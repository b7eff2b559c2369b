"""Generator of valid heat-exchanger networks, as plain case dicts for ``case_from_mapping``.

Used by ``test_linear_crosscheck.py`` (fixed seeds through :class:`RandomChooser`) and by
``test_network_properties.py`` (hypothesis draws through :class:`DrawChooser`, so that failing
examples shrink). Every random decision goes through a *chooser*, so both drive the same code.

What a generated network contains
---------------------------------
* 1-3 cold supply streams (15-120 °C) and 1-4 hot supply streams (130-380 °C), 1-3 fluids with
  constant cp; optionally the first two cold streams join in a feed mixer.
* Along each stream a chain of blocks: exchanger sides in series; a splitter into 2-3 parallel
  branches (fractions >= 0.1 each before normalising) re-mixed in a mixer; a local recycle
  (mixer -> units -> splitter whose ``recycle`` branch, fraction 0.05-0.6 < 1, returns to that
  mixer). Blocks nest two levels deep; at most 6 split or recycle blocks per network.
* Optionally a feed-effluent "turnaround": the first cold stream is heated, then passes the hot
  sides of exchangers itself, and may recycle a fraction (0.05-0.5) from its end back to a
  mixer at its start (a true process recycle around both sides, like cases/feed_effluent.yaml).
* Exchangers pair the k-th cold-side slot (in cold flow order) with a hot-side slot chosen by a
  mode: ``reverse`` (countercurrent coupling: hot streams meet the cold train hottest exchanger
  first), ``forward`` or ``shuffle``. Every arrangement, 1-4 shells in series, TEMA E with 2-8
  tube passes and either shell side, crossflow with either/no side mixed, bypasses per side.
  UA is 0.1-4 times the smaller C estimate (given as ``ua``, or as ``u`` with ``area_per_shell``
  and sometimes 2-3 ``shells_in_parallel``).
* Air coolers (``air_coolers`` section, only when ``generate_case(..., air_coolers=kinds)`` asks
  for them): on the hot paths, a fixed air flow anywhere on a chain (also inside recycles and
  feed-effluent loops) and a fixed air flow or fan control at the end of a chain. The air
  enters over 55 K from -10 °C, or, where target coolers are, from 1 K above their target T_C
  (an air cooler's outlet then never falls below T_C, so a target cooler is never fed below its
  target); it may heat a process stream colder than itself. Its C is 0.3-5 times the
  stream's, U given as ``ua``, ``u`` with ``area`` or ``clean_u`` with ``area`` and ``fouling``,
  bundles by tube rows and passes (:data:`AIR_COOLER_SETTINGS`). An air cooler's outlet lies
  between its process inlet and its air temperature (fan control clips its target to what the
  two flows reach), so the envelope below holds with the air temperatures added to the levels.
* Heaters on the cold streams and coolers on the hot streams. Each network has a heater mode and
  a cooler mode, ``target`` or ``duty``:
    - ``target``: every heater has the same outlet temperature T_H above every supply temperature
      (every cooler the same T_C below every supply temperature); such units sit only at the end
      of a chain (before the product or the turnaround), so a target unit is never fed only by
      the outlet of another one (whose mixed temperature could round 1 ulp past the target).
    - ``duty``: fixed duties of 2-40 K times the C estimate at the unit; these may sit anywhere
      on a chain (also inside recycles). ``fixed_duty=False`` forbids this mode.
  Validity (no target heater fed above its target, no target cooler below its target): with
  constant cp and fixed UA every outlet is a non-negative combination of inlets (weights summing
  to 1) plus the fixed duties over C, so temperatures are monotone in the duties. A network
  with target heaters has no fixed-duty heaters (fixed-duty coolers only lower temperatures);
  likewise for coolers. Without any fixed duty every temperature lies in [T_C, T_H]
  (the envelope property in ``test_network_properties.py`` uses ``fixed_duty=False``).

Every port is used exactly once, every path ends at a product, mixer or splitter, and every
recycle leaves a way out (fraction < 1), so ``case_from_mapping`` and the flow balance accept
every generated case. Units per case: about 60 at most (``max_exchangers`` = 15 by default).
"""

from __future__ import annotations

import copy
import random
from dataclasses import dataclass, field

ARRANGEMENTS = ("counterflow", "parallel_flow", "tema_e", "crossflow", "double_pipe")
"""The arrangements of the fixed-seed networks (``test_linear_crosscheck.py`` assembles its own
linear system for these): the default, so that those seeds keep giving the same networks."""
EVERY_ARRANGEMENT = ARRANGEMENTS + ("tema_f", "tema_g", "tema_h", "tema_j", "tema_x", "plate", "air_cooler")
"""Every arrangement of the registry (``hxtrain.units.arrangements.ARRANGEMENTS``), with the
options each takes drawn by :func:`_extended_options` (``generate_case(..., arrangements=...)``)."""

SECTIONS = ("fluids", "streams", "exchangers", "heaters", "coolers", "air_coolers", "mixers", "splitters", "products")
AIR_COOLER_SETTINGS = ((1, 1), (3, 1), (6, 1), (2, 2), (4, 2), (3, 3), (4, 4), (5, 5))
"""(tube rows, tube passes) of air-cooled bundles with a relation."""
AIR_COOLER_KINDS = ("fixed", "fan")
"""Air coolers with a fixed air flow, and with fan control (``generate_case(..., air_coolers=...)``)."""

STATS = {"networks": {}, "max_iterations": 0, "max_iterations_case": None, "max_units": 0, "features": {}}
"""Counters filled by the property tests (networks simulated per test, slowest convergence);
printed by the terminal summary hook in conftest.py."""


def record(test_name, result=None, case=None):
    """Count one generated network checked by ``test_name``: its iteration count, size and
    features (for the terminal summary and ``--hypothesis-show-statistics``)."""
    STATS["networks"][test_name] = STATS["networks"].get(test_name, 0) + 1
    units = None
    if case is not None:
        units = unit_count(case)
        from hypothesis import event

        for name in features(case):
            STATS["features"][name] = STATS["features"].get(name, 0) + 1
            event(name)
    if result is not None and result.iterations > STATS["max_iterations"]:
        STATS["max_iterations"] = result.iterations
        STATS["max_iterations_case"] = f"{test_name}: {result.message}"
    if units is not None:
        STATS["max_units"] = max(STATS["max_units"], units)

- REQUIRED WORK
Review the entries above and return every line where "through" appears.

- WRITTEN SOLUTION
Used by ``test_linear_crosscheck.py`` (fixed seeds through :class:`RandomChooser`) and by
``test_network_properties.py`` (hypothesis draws through :class:`DrawChooser`, so that failing
examples shrink). Every random decision goes through a *chooser*, so both drive the same code.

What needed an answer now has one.